Gas prices fall ahead of summer driving
Average U.S. gasoline prices have tumbled for almost three weeks straight, driven by stubbornly low crude prices, high gasoline stockpiles and a surprising dip in demand.
Gasoline prices have tumbled for nearly three straight weeks in Houston at a time when they usually rise, as stockpiles remain high, crude prices stay low and fuel demand weakens.
Average pump prices in both Greater Houston and across the country fell about 4 cents a gallon over the past week, an unusually large dive for the spring, when prices usually begin their climb in advance of the peak summer driving season that traditionally begins Memorial Day weekend. Local prices averaged $2.21 cents a gallon Sunday, down from about $2.25 a week earlier; nationally, the average price fell to $2.34 a gallon, down from $2.38, according to GasBuddy.com, a website that tracks gas prices and refining activity.
“This is not a trend that we usually see in the spring,” said Patrick DeHaan, senior petroleum analyst for GasBuddy.com. “It’s usually a drop here, a drop there, and most of the other time it’s gas prices going up.”
Lowers gas prices are hanging around in part because of the glut of oil that became gasoline as refiners churned through large volumes of cheap crude and produced more gasoline than the market could absorb. In addition, the price of crude, the main component of gasoline, has sunk in recent weeks, falling below $45 a barrel, before recovering modestly. Oil settled in New York Monday at $46.43, up 21 cents.
But perhaps the most worrisome trend for refiners is sliding demand. U.S. consumption, compared to 2016, has fallen 16 consecutive weeks, dropping almost 3 percent the week ending April 28, the most recent available, according to the U.S. Department of Energy. Consumption jumped 6 percent during the same week of 2016 and 3 percent the previous year.
The energy industry has long worried about the declining U.S. demand as more Americans drive more fuel-efficient vehicles and electric cars. The trend has been profound enough that refining leaders, like Houston’s Phillips 66, are backing away
from gasoline. Company executives said last week that they see their future in petrochemicals, not crude refining.
“In 10 years, if we’re driving the same, we’re going to see less need for transportation fuel,” chief executive Greg Garland told reporters. “Given that as a backdrop, you don’t want to invest in adding capacity in a declining market.”

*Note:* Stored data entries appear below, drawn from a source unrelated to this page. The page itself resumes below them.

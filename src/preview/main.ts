// What runs in the page of the preview: dist/preview.js. It computes nothing; it shows what it is sent and says what was
// done with it.
import type { ExportFormat, PreviewPage, ToPage } from "../contract/previewProtocol.js";
import { drawPng } from "./drawPng.js";
import { editor } from "./editor.js";
import { createFolds } from "./folds.js";
import { lineAt, lineButtons, markLine } from "./lineButtons.js";
import { morph } from "./morph.js";
import { onThemeChange } from "./plotColours.js";
import { createPlots } from "./plots.js";
import { showRuns } from "./runChoice.js";

document.addEventListener("securitypolicyviolation", ({ violatedDirective, blockedURI }) => {
  document.body.dataset["violations"] = `${document.body.dataset["violations"] ?? ""} ${violatedDirective}`;
  editor.postMessage({ kind: "violation", words: `${violatedDirective} ${blockedURI}` });
});

const before = editor.getState();
const page = element("page");
const plots = createPlots();
let shown: PreviewPage | null = null;
let cursor = 0;
let toScroll = before?.scroll ?? null;

const folds = createFolds(page, before?.folds ?? {}, keep);

function element(id: string): HTMLElement {
  const found = document.getElementById(id);
  if (found === null) throw new Error(`the page lacks #${id}`);
  return found;
}

function keep(): void {
  if (shown === null) return;
  editor.setState({ uri: shown.uri, run: shown.run, folds: folds.known(), scroll: window.scrollY });
}

function show(next: PreviewPage, name: string): void {
  const other = shown !== null && (shown.run !== next.run || shown.uri !== next.uri);
  const parsed = new DOMParser().parseFromString(next.markup, "text/html").body;
  lineButtons(parsed);
  morph(page, parsed);
  folds.apply(page);
  showRuns(element("runs"), next);
  element("name").textContent = name;
  plots.show(page, next.plots);
  shown = next;
  markLine(page, cursor);
  document.body.classList.add("filled");
  if (toScroll !== null) window.scrollTo(0, toScroll);
  else if (other) window.scrollTo(0, 0);
  toScroll = null;
  keep();
}

/** Time that what was done stays to be read, ms. */
const readingTime = 12_000;
let saying: ReturnType<typeof setTimeout> | undefined;

function say(words: string): void {
  element("said").textContent = words;
  clearTimeout(saying);
  saying = setTimeout(() => {
    element("said").textContent = "";
  }, readingTime);
}

async function take(message: ToPage): Promise<void> {
  switch (message.kind) {
    case "show":
      show(message.page, message.name);
      break;
    case "sign":
      element("sign").textContent = message.words;
      break;
    case "say":
      say(message.words);
      break;
    case "cursor":
      cursor = message.line;
      markLine(page, cursor);
      break;
    case "draw png":
      editor.postMessage({ kind: "png drawn", name: message.name, base64: await drawPng(message.svg) });
      break;
  }
}

window.addEventListener("message", ({ data }: MessageEvent<ToPage>) => void take(data));
page.addEventListener("click", ({ target }) => {
  // Words that were just selected are to be copied, not to lead away.
  if (target instanceof Element && target.closest("button") === null && window.getSelection()?.isCollapsed === false) {
    return;
  }
  const line = lineAt(target);
  if (line !== null) editor.postMessage({ kind: "go to line", line });
});
element("exports").addEventListener("click", ({ target }) => {
  const format = target instanceof Element ? target.closest("button")?.dataset["format"] : undefined;
  if (format !== undefined) editor.postMessage({ kind: "export", format: format as ExportFormat });
});
element("runs").addEventListener("change", ({ target }) => {
  if (target instanceof HTMLSelectElement) editor.postMessage({ kind: "choose run", run: target.value });
});
let resting: ReturnType<typeof setTimeout> | undefined;
window.addEventListener("scroll", () => {
  clearTimeout(resting);
  resting = setTimeout(keep, 150);
});
onThemeChange(() => plots.recolour());
editor.postMessage({ kind: "ready" });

U.S. gasoline stockpiles, a measure of how much refiners are producing compared to how much U.S. drivers are using, have risen for three consecutive weeks. Since the middle of April, gasoline inventories have climbed by 3.6 million barrels, at a time when they usually begin to fall.
“There are some larger problems right now in the oil patch,” DeHaan said. “Perhaps markets are not coming back into balance between supply and demand.”

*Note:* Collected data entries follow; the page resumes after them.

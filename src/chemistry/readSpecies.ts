import { type Fault, fault, replacement } from "../contract/problem.js";
import { plainText } from "../quantity/plainText.js";
import { isFault } from "../quantity/shifted.js";
import type { Formula } from "./formula.js";
import { readFormula } from "./readFormula.js";

export type State = "s" | "l" | "g" | "aq";

/** One species as written. */
export interface Species {
  /** what it is known by: the declared name, or the normal form of its formula; without the state */
  readonly key: string;
  /** null for a declared name */
  readonly formula: Formula | null;
  readonly state: State | null;
  /** where the species ends, without its state */
  readonly nameEnd: number;
  readonly end: number;
}

/**
 * The species at the start of `text`: a declared name, which wins over a formula, or a formula; then its state where
 * one follows. Refuses what is neither, and a state that is none.
 */
export function readSpecies(text: string, isDeclared: (name: string) => boolean = () => false): Species | Fault {
  const name = declaredName(text, isDeclared);
  const capital = name === null ? /^[A-Za-z0-9()[\]₀-₉]*?[A-Za-z0-9)\]₀-₉](\((?:L|G|AQ|Aq|aQ)\))/.exec(text) : null;
  if (capital !== null) return notAState(capital[1] ?? "", capital[0].length);
  const formula = name === null ? readFormula(text) : null;
  if (formula !== null && isFault(formula)) return formula;
  const nameEnd = name?.length ?? formula?.end ?? 0;
  const found = /^ ?\((s|l|g|aq)\)/.exec(plainText(text).slice(nameEnd));
  if (found === null) {
    const other = /^\([a-z]{1,10}\.?\)/.exec(text.slice(nameEnd))?.[0];
    if (other !== undefined) return notAState(other, nameEnd + other.length);
  }
  return {
    key: name ?? formula?.formula.text ?? "",
    formula: formula?.formula ?? null,
    state: (found?.[1] ?? null) as State | null,
    nameEnd,
    end: nameEnd + (found?.[0].length ?? 0),
  };
}

const meant: Readonly<Record<string, State>> = {
  solid: "s",
  cr: "s",
  sol: "s",
  liq: "l",
  liquid: "l",
  gas: "g",
  vap: "g",
  aqu: "aq",
  aqueous: "aq",
  sln: "aq",
};

/** The fault of `(liq)` or `(L)`, which ends at `end`, with the state that was meant where that is plain. */
function notAState(written: string, end: number): Fault {
  const span = { start: end - written.length, end };
  const state = written.slice(1, -1);
  const small = state.toLowerCase().replace(".", "");
  const plain = (["s", "l", "g", "aq"] as const).find((one) => one === small) ?? meant[small];
  const mends = plain === undefined ? [] : [replacement(span, `(${plain})`)];
  return fault("state-unknown", { state }, span, mends);
}

/** The longest declared name that `text` begins with and that ends at the end of a word. */
function declaredName(text: string, isDeclared: (name: string) => boolean): string | null {
  const run = /^\p{L}[\p{L}\p{N}_′'-]*/u.exec(text)?.[0] ?? "";
  for (let end = Math.min(run.length, 100); end > 0; end--) {
    const next = run.charAt(end);
    const whole = next === "" || next === "-";
    if (whole && !/^[\^⁺⁻]/.test(text.slice(end)) && isDeclared(run.slice(0, end))) return run.slice(0, end);
  }
  return null;
}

DeHaan said the consistent, surprisingly weak demand defies explanation. It might be that a wet winter in California and the rest of the West, which account for a large part of U.S. consumption, discouraged driving, he said. It might be that higher prices, after gasoline hit 12-year lows in the Midwest last summer, are keeping Midwesterners from road trips.
But it might also be a marker of changing habits that could mean future declines in demand, DeHaan said. “Americans,” he said, “have been moving slowly back to more fuel-efficient cars.”